SAILING AGAIN – The Victoria Clipper high-speed catamaran ferry will resume daily sailings between Victoria and Seattle starting on April 15. Daily sailings between April 15-18 will depart Seattle at 8 a.m. and arrive in Victoria at
10:45 a.m. They will depart Victoria at 5 p.m. and arrive in Seattle at 7:45 p.m. The schedule changes – from April 22-Oct. 9, sailings will leave Seattle at 7:30 a.m. and arrive in Victoria at 10:30 a.m. Departures from Victoria are scheduled for 5
p.m., arriving in Seattle at 7:45 p.m. The Victoria Clipper has been sitting in port since October. Sailings had resumed only a few weeks earlier when the company decided to halt operations due to low ridership and coronavirus restrictions. Prior to that,
sailings had been suspended since mid-March 2020 due to the global spread of COVID-1
SUSPECT ARRESTED – A 19-year-old suspect has been arrested in a vicious assault on a gay youth at a house party. It is being investigated as a possible hate crime. Spencer Frey, an interior design student at VIU, says he was targeted
in an assault that left him with multiple injuries that required hospitalization. He claimed the attack was preceded by multiple homophobic comments from several partygoers. RCMP confirmed that the suspect had been arrested on an assault charge. He was taken
into custody Tuesday night and later released from custody pending a May 24 court date.
NUMBERS LOOKING UP – The loosening of travel restrictions has resulted in year-to-date 2022 hotel occupancy in Victoria up 123 per cent over the same period in 2021. And that is reflected at the cash register. The average daily room
rate is up 144 per cent while revenue per available room is 178 per cent higher. Darlene Hollstein, of Destination Greater Victoria said the organization notes that the Greater Victoria visitor economy continues to face challenges such as significant debt
loads, tight labour market conditions, and pressures due to inflation. Officials note the push is on to open more hotels in the capital city.
FOR UKRAINIAN REFUGEES – British Columbia is smoothing the way for Ukrainian refugees coming to our province. The government is expected to waive the three-month waiting period for health care and the international student fees for them. Municipal Affairs Minister Nathan Cullen said the province is working on better understanding what supports will be provided by federal government. B.C. will ensure options are available for housing and barriers
are eliminated for accessing the health care and education system, he said.

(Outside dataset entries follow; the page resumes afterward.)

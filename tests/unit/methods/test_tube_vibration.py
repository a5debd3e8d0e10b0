"""Vortex shedding and turbulence buffeting."""

import numpy as np
import pytest

from crossbank_service.methods import beam_frequency as bf
from crossbank_service.methods import tube_vibration as tv
from crossbank_service.methods.criterion import BEYOND, NEAR, WITHIN

ROOT2, ROOT3 = np.sqrt(2.0), np.sqrt(3.0)


def _layout(a: float, b: float, staggered: float) -> dict[str, np.ndarray]:
    return {
        "transverse_pitch_ratio": np.array([a]),
        "longitudinal_pitch_ratio": np.array([b]),
        "arrangement": np.array([staggered]),
    }


def _pinned(length: float) -> dict[str, np.ndarray]:
    """Closed-form integrals of the first mode of one pinned span, spread over eight cells."""
    x = np.linspace(0.0, np.pi, 9)
    squared = 0.5 * (np.diff(x) - 0.5 * np.diff(np.sin(2.0 * x))) * length / np.pi
    absolute = -np.diff(np.cos(x)) * length / np.pi
    return {
        "squared_m": squared[None, None, None, :],
        "absolute_m": absolute[None, None, None, :],
        "modal_mass_m": np.array([[0.5 * length]]),
    }


def test_pitch_and_gap_velocities_agree_for_the_triangle_and_the_square() -> None:
    """U_p equals U_gap at 30 and 90 degrees and exceeds it at 45 and 60."""
    p = 1.5
    for a, b, s, equal in (
        (p, p * ROOT3 / 2.0, 1.0, True),
        (p, p, 0.0, True),
        (p * ROOT2, p / ROOT2, 1.0, False),
        (p * ROOT3, p / 2.0, 1.0, False),
    ):
        pitch, gap = (f(**_layout(a, b, s))[0] for f in (tv.pitch_velocity_ratio, tv.gap_velocity_ratio))
        assert pitch == pytest.approx(3.0, rel=1e-12)
        assert bool(np.isclose(gap, pitch, rtol=1e-12)) is equal


def test_wide_banks_shed_like_single_cylinders() -> None:
    """At P/D 6 the Strouhal number between the tubes is 0.2 for every layout."""
    p = 6.0
    for a, b, s, pattern in (
        (p, p * ROOT3 / 2.0, 1.0, 30),
        (p * ROOT2, p / ROOT2, 1.0, 45),
        (p * ROOT3, p / 2.0, 1.0, 60),
        (p, p, 0.0, 90),
    ):
        strouhal = tv.shedding_strouhal(pattern=np.array([pattern]), **_layout(a, b, s))[0]
        assert strouhal / tv.pitch_velocity_ratio(**_layout(a, b, s))[0] == pytest.approx(0.2, rel=1e-12)


def test_unequal_inline_pitches_use_the_longitudinal_one() -> None:
    """By f = U_gap/(2 SL) tubes of 1.75 x 1.5 give S 0.333 on the gap velocity."""
    layout = _layout(1.75, 1.5, 0.0)
    strouhal = tv.shedding_strouhal(pattern=np.array([90]), **layout)[0]
    assert strouhal / tv.gap_velocity_ratio(**layout)[0] == pytest.approx(1.0 / 3.0, rel=1e-12)


def test_band_offers_the_ratio_nearest_to_resonance() -> None:
    """A band that covers the mode gives 1, one that misses it gives its nearer end."""
    ratio = tv.nearest_frequency_ratio(
        shedding_hz=np.array([90.0, 40.0, 200.0]), band=0.25, frequency_hz=np.array([100.0, 100.0, 100.0])
    )
    np.testing.assert_allclose(ratio, [1.0, 0.5, 1.5], rtol=1e-14)


def test_lock_in_band_has_its_ends_outside() -> None:
    """0.7 and 1.3 are no coincidence, what lies between is."""
    assert tv.locks_in(np.array([0.7, 0.71, 1.0, 1.29, 1.3])).tolist() == [False, True, True, True, False]


def test_shedding_grade_needs_both_coincidence_and_amplitude() -> None:
    """Outside the band within; inside it harmless by damping or amplitude near; else beyond."""
    grade = tv.shedding_grade(
        frequency_ratio=np.array([1.5, 1.0, 1.0, 1.0]),
        reduced_damping=np.array([1.0, 64.0, 5.0, 5.0]),
        amplitude_share=np.array([0.5, 0.5, 0.02, 0.021]),
    )
    assert grade.tolist() == [WITHIN, NEAR, NEAR, BEYOND]


def test_resonant_amplitude_on_a_pinned_span() -> None:
    """CL U^2 rho D/(4 pi^3 f^2 m zeta) in water is 0.4542 mm (hand calculation)."""
    y = tv.lock_in_amplitude(
        lift_coefficient=np.array([0.075]),
        velocity_m_s=np.array([[0.8]]),
        density_kg_m3=np.array([998.0]),
        diameter_m=np.array([0.0254]),
        frequency_hz=np.array([[30.0]]),
        mass_kg_m=np.array([2.0]),
        damping_ratio=np.array([[0.012]]),
        absolute_m=_pinned(1.0)["absolute_m"],
        modal_mass_m=_pinned(1.0)["modal_mass_m"],
    )
    assert y[0, 0] == pytest.approx(4.542e-4, abs=0.5e-7)


def test_lift_coefficient_rises_to_that_of_the_lone_tube() -> None:
    """0.075 in dense banks, 0.5 from P/D 3."""
    np.testing.assert_allclose(
        tv.lift_coefficient(np.array([1.3, 1.6, 2.3, 3.0, 9.0])), [0.075, 0.075, 0.2875, 0.5, 0.5]
    )


def _buffet(
    density: float, velocity: float, frequency: float, zeta: float, length: float, *, upstream: bool
) -> float:
    shape = _pinned(length)
    y = tv.taylor_pettigrew_2000(
        velocity_m_s=np.array([[velocity]]),
        density_kg_m3=np.array([density]),
        diameter_m=np.array([0.0254]),
        frequency_hz=np.array([[frequency]]),
        mass_kg_m=np.array([2.0]),
        damping_ratio=np.array([[zeta]]),
        squared_m=shape["squared_m"],
        modal_mass_m=shape["modal_mass_m"],
        upstream=np.array([upstream]),
    )
    return float(y[0, 0])


def test_buffeting_amplitudes_on_a_pinned_span() -> None:
    """sqrt(S_F/(4 pi^5 f^3 m^2 zeta)) in air and water (hand calculations)."""
    assert _buffet(1.1, 12.0, 22.0, 0.004, 1.2, upstream=False) == pytest.approx(8.977e-6, abs=0.5e-9)
    assert _buffet(998.0, 1.0, 35.0, 0.015, 1.0, upstream=True) == pytest.approx(5.572e-5, abs=0.5e-8)
    assert _buffet(998.0, 1.0, 35.0, 0.015, 1.0, upstream=False) == pytest.approx(1.1145e-5, abs=0.5e-9)


def test_still_fluid_excites_nothing() -> None:
    """At rest the amplitude is 0, not a number that is none."""
    assert _buffet(998.0, 0.0, 35.0, 0.015, 1.0, upstream=True) == 0.0


def test_buffeting_falls_as_spans_share_a_mode() -> None:
    """Without long correlation two spans double the mean square force and the mass: y falls by sqrt 2."""
    one, two = (
        bf.tube_modes(
            spans_m=np.array([spans]),
            stiffness_n_m2=np.array([2000.0]),
            mass_kg_m=np.array([2.0]),
            ends=np.array([bf.PINNED]),
            axial_force_n=np.zeros(1),
            modes=1,
        )
        for spans in ([1.0], [1.0, 1.0])
    )
    amplitude = [
        tv.taylor_pettigrew_2000(
            velocity_m_s=np.full((1, m.shape.shape[2]), 10.0),
            density_kg_m3=np.array([1.2]),
            diameter_m=np.array([0.0254]),
            frequency_hz=m.frequency_hz,
            mass_kg_m=np.array([2.0]),
            damping_ratio=np.array([[0.004]]),
            squared_m=m.squared_m,
            modal_mass_m=m.modal_mass_m,
            upstream=np.array([False]),
        )[0, 0]
        for m in (one, two)
    ]
    assert amplitude[0] / amplitude[1] == pytest.approx(np.sqrt(2.0), rel=2e-3)


def test_older_reading_is_harsher_upstream() -> None:
    """Pettigrew and Gorman on a pinned span: C_R rho U^2 D/2 correlated over it (hand calculation)."""
    shape = _pinned(1.0)
    y = tv.pettigrew_gorman_1978(
        velocity_m_s=np.array([[1.0]]),
        density_kg_m3=np.array([998.0]),
        diameter_m=np.array([0.0254]),
        frequency_hz=np.array([[35.0]]),
        mass_kg_m=np.array([2.0]),
        damping_ratio=np.array([[0.015]]),
        absolute_m=shape["absolute_m"],
        modal_mass_m=shape["modal_mass_m"],
        upstream=np.array([True]),
    )[0, 0]
    # 0.025 x 12.6746 N/m over sqrt(4 pi^5 35^3 x 4 x 0.015)
    assert y == pytest.approx(1.7858e-4, rel=2e-4)
    assert y > _buffet(998.0, 1.0, 35.0, 0.015, 1.0, upstream=True)


def test_random_force_coefficient_joins_at_40_hz() -> None:
    """The falling branch starts where the level one ends."""
    c = tv.random_force_coefficient(frequency_hz=np.array([40.0, 40.0001]), upstream=np.array([True, True]))
    assert c[1] == pytest.approx(c[0], rel=2e-3)


def test_turbulence_spectrum_joins_and_upstream_is_25_times_interior() -> None:
    """Both branches meet at 0.5, and below the data the value is held."""
    x = np.array([0.5, 0.5 + 1e-9, 0.01, 1e-6])
    interior = tv.turbulence_spectrum(reduced_frequency=x, upstream=np.zeros(4, dtype=bool))
    assert interior[1] == pytest.approx(interior[0], rel=1e-3)
    assert interior[2] == interior[3]
    upstream = tv.turbulence_spectrum(reduced_frequency=x, upstream=np.ones(4, dtype=bool))
    np.testing.assert_allclose(upstream, 25.0 * interior, rtol=1e-14)


def test_work_rate_on_a_pinned_span() -> None:
    """8 pi^3 f^3 m L y^2 zeta for the upstream amplitude in water is 0.9907 mW (hand calculation)."""
    w = tv.work_rate(
        frequency_hz=np.array([[35.0]]),
        mass_kg_m=np.array([2.0]),
        modal_mass_m=np.array([[0.5]]),
        amplitude_m=np.array([[5.572e-5]]),
        damping_ratio=np.array([[0.015]]),
    )
    assert w[0, 0] == pytest.approx(9.907e-4, rel=2e-4)


def test_effective_velocity_of_two_equal_spans_is_the_mean_square() -> None:
    """10 and 4 m/s on halves of the mode make 7.6158 m/s; on 1.0/1.8/1.3 m with 4/10/6 m/s it is 9.811."""
    two, three = (
        bf.tube_modes(
            spans_m=np.array([spans]),
            stiffness_n_m2=np.array([2000.0]),
            mass_kg_m=np.array([2.0]),
            ends=np.array([ends]),
            axial_force_n=np.zeros(1),
        )
        for spans, ends in (([1.2, 1.2], bf.PINNED), ([1.0, 1.8, 1.3], bf.FIXED))
    )
    for modes, velocity, printed, digits in (
        (two, [[10.0, 4.0]], 7.6158, 1e-4),
        (three, [[4.0, 10.0, 6.0]], 9.811, 5e-4),
    ):
        v = tv.effective_velocity(
            velocity_m_s=np.array(velocity), squared_m=modes.squared_m, modal_mass_m=modes.modal_mass_m
        )
        assert v[0, 0] == pytest.approx(printed, abs=digits)


def test_uniform_stream_is_its_own_effective_velocity() -> None:
    """Whatever the mode; a span out of the stream or a heavier tube lowers it."""
    modes = bf.tube_modes(
        spans_m=np.array([[0.8, 1.2]]),
        stiffness_n_m2=np.ones(1),
        mass_kg_m=np.ones(1),
        ends=np.array([bf.FIXED]),
        axial_force_n=np.zeros(1),
    )
    shape = {"squared_m": modes.squared_m, "modal_mass_m": modes.modal_mass_m}
    even = tv.effective_velocity(velocity_m_s=np.full((1, 2), 7.0), **shape)
    np.testing.assert_allclose(even, 7.0, rtol=1e-12)
    assert np.all(tv.effective_velocity(velocity_m_s=np.array([[0.0, 7.0]]), **shape) < even)


def test_stream_profile_keeps_the_integral_of_the_squared_velocity() -> None:
    """A stream from 0.35 to 1.9 m over spans of 1.0 and 1.5 m carries U^2 times 1.55 m."""
    spans = np.array([[1.0, 1.5, 0.0]])
    profile = tv.stream_profile(
        spans_m=spans, start_m=np.array([0.35]), end_m=np.array([1.9]), velocity_m_s=np.array([6.0])
    )
    assert profile.shape == (1, 3, 8)
    assert np.sum(profile**2 * spans[..., None] / 8.0) == pytest.approx(36.0 * 1.55, rel=1e-12)
    assert profile[0, 0, 0] == 0.0
    assert profile[0, 1, 0] == pytest.approx(6.0, rel=1e-14)
    assert np.all(profile[0, 2] == 0.0)


def test_accepted_amplitude_is_the_smaller_of_two() -> None:
    """0.25 mm for wide tubes, a hundredth of the diameter for narrow ones."""
    np.testing.assert_allclose(tv.buffeting_limit(np.array([0.0508, 0.01])), [0.25e-3, 0.1e-3], rtol=1e-14)


def test_every_law_and_criterion_states_its_source() -> None:
    """Slugs are unique and nothing is without source and trust."""
    slugs = [law.slug for law in tv.LAWS]
    assert len(set(slugs)) == len(slugs)
    assert all(law.source and law.attribution for law in tv.LAWS)
    assert all(c.attribution and c.caution for c in tv.CRITERIA)


def test_excitation_of_a_tube_does_not_depend_on_the_others() -> None:
    """Neighbours and the columns they need change no bit of a tube's velocities and amplitudes."""
    rng = np.random.default_rng(11)
    n, most = 12, 10
    spans, velocity = rng.uniform(0.4, 1.6, (n, most)), rng.uniform(0.0, 20.0, (n, most))
    for i in range(n):
        spans[i, 1 + i % most :] = velocity[i, 1 + i % most :] = 0.0
    d, m, rho = rng.uniform(0.01, 0.05, n), rng.uniform(0.5, 6.0, n), rng.uniform(0.5, 1000.0, n)
    zeta = rng.uniform(0.002, 0.02, (n, 6))
    upstream = rng.uniform(size=n) > 0.5

    def evaluate(at: slice, columns: int) -> list[np.ndarray]:
        size = len(d[at])
        modes = bf.tube_modes(
            spans_m=spans[at, :columns],
            stiffness_n_m2=np.full(size, 3000.0),
            mass_kg_m=m[at],
            ends=np.full(size, bf.FIXED),
            axial_force_n=np.zeros(size),
            modes=6,
        )
        v, f = velocity[at, :columns], modes.frequency_hz
        mass = modes.modal_mass_m
        lock_in = tv.lock_in_amplitude(
            lift_coefficient=np.full(size, 0.075),
            velocity_m_s=v,
            density_kg_m3=rho[at],
            diameter_m=d[at],
            frequency_hz=f,
            mass_kg_m=m[at],
            damping_ratio=zeta[at],
            absolute_m=modes.absolute_m,
            modal_mass_m=mass,
        )
        buffeting = tv.taylor_pettigrew_2000(
            velocity_m_s=v,
            density_kg_m3=rho[at],
            diameter_m=d[at],
            frequency_hz=f,
            mass_kg_m=m[at],
            damping_ratio=zeta[at],
            squared_m=modes.squared_m,
            modal_mass_m=mass,
            upstream=upstream[at],
        )
        effective = tv.effective_velocity(velocity_m_s=v, squared_m=modes.squared_m, modal_mass_m=mass)
        return [lock_in, buffeting, effective]

    together = evaluate(slice(0, n), most)
    assert all(np.isfinite(values).all() for values in together)
    for i in range(n):
        for alone, beside in zip(evaluate(slice(i, i + 1), 1 + i % most), together, strict=True):
            assert np.array_equal(alone[0], beside[i])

WE HAVE NO BANANAS TODAY – There’s not much value in an incentive program for electric vehicles when actually getting your hands on one remains nearly impossible.
The federal government is extending an incentive plan as part of its 2030 Emissions Reduction Plan, earmarking $1.7 billion to incentivize the sale of zero-emission vehicles, topping up the federal program that rebates up to $5,000 for cars priced under $45,000.
The used car market is such that even used electric vehicles are getting hard to find.